Alec Saunders

Canadian cell phone rates are higher than Mexico

Alec Saunders reposted a chart and some data from Seaboard Group's report on Canadian cell phone pricing -- Lament for a Wireless Nation. The summary is

  • Canada has lower cell phone usage than small African nations like Botswana
  • Pricing, bundles, and market growth were much better when there was competition (before Clearnet and Microcell aka Fido got bought)
  • First hand experience in buying a pay as you go SIM card in Mexico has lower rates for local and long distance than Rogers regular pricing back in Canada 

Of course, this is at the same time that we now have wireless number portability -- as of yesterday, March 14th to be exact. But since there is no competition, it will really only let highly pissed off consumers switch from their current bad provider to one of the other bad choices. Maybe at least we'll see a flood to Rogers/Fido where GSM phones and SIM cards rule...but it's not like I'm overly happy with the service either.

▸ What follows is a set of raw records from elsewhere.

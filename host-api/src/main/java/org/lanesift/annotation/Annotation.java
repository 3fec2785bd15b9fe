package org.lanesift.annotation;

import java.util.Collections;
import java.util.LinkedHashMap;
import java.util.Map;
import java.util.Objects;

/**
 * A statement about a span of the capture that a GUI draws on a row and a file export lists: a
 * decoded packet, a frame boundary, a measurement, a finding.
 *
 * @param startFs  start of the span, femtoseconds
 * @param endFs    end of the span (equal to start for an instant)
 * @param track    the row it belongs on, such as {@code "lane0.bits"} or {@code "levels"}
 * @param kind     a stable machine name of what it is, such as {@code "packet"}, {@code "margin-low"}
 * @param label    a short human text, a few words
 * @param severity how much it matters
 * @param fields   typed values, in insertion order (unmodifiable)
 */
public record Annotation(long startFs, long endFs, String track, String kind, String label, Severity severity,
                         Map<String, Field> fields) {

    /**
     * Checks the fields.
     *
     * @param startFs start of the span, femtoseconds
     * @param endFs end of the span (equal to start for an instant)
     * @param track the row it belongs on, such as {@code "lane0.bits"} or {@code "levels"}
     * @param kind a stable machine name of what it is, such as {@code "packet"}, {@code "margin-low"}
     * @param label a short human text, a few words
     * @param severity how much it matters
     * @param fields typed values, in insertion order (unmodifiable)
     */
    public Annotation {
        Objects.requireNonNull(track, "track");
        Objects.requireNonNull(kind, "kind");
        Objects.requireNonNull(label, "label");
        Objects.requireNonNull(severity, "severity");
        if (endFs < startFs) {
            throw new IllegalArgumentException("annotation '" + kind + "' ends before it starts");
        }
        fields = fields == null ? Map.of() : Collections.unmodifiableMap(new LinkedHashMap<>(fields));
    }

    /**
     * Starts building an annotation.
     *
     * @param track row name
     * @param kind  machine name of what it is
     * @return a builder with severity {@link Severity#INFO}
     */
    public static Builder on(String track, String kind) {
        return new Builder(track, kind);
    }

    /** Builds an {@link Annotation} step by step. */
    public static final class Builder {
        private final String track;
        private final String kind;
        private long startFs;
        private long endFs;
        private String label = "";
        private Severity severity = Severity.INFO;
        private final Map<String, Field> fields = new LinkedHashMap<>();

        private Builder(String track, String kind) {
            this.track = track;
            this.kind = kind;
        }

        /**
         * Sets the span.
         *
         * @param startFs start, femtoseconds
         * @param endFs   end, femtoseconds
         * @return this builder
         */
        public Builder span(long startFs, long endFs) {
            this.startFs = startFs;
            this.endFs = endFs;
            return this;
        }

        /**
         * Sets the label.
         *
         * @param label short text
         * @return this builder
         */
        public Builder label(String label) {
            this.label = label;
            return this;
        }

        /**
         * Sets the severity.
         *
         * @param s severity
         * @return this builder
         */
        public Builder severity(Severity s) {
            this.severity = s;
            return this;
        }

        /**
         * Adds a field.
         *
         * @param name field name
         * @param f    value
         * @return this builder
         */
        public Builder field(String name, Field f) {
            fields.put(name, f);
            return this;
        }

        /**
         * Adds a number field.
         *
         * @param name field name
         * @param v    value
         * @param unit unit symbol
         * @return this builder
         */
        public Builder number(String name, double v, String unit) {
            return field(name, Field.number(v, unit));
        }

        /**
         * Adds a text field.
         *
         * @param name field name
         * @param s    text
         * @return this builder
         */
        public Builder text(String name, String s) {
            return field(name, Field.text(s));
        }

        /**
         * Builds the annotation.
         *
         * @return the annotation
         */
        public Annotation build() {
            return new Annotation(startFs, endFs, track, kind, label, severity, fields);
        }
    }
}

How Canadian mobile providers are stifling their own growth

I'm currently still in Torino, Italy, although I'm heading out to Milan, then Bologna tomorrow, and will be in Brussels by the end of the week in time for FOSDEM.

I'm writing a bit about mobile technologies here in Italy over on 2010.dailyvancouver.com (check the Tech Talk section). I've got a Vodaphone SIM for my Nokia 6630 with UMTS-based 3G service (around 350kbps) and the experience has been fantastic.

So, while we had our symposium, the relative maturity of the European vs. Canadian mobile technologies certainly did come up. One example I used was how there is a mobile data plan here that gives you 9GB of transfer for 40EU. On Fido, which is my provider back home, this would cost $270,000 based on the listed per MB charges of $30. Actually, I did the calculation in my head initially and everyone was shocked/amused by the figure of $27,000...and then we figured out we were still an order of magnitude off!

Broadband providers blocking podcasts in Canada?

Over at TorCamp, Alec Saunders hears that Rogers and Shaw may be blocking podcast downloads:

While at Torcamp I have heard from several sources that Rogers and Shaw are blocking podcast downloads.  After two to three downloads, the data stops.

I highly doubt this is true: I subscribe to several podcasts here in Vancouver, and am connected to Shaw. No blockage here. If this *is* true, it would be a major issue (kind of like throttling BitTorrent traffic). Alec, let's get confirmation on this, because it doesn't sound realistic right now.

Update: Patrick Dinnen left a comment, pointing especially to Apple forums where this is being discussed. Virtually all of the complaints seem to be limited to Rogers customers back east. The factor seems to be anything that downloads the same file from multiple servers -- which is consistent with Apple's use of Akamai, as well as P2P programs that use multiple download sources.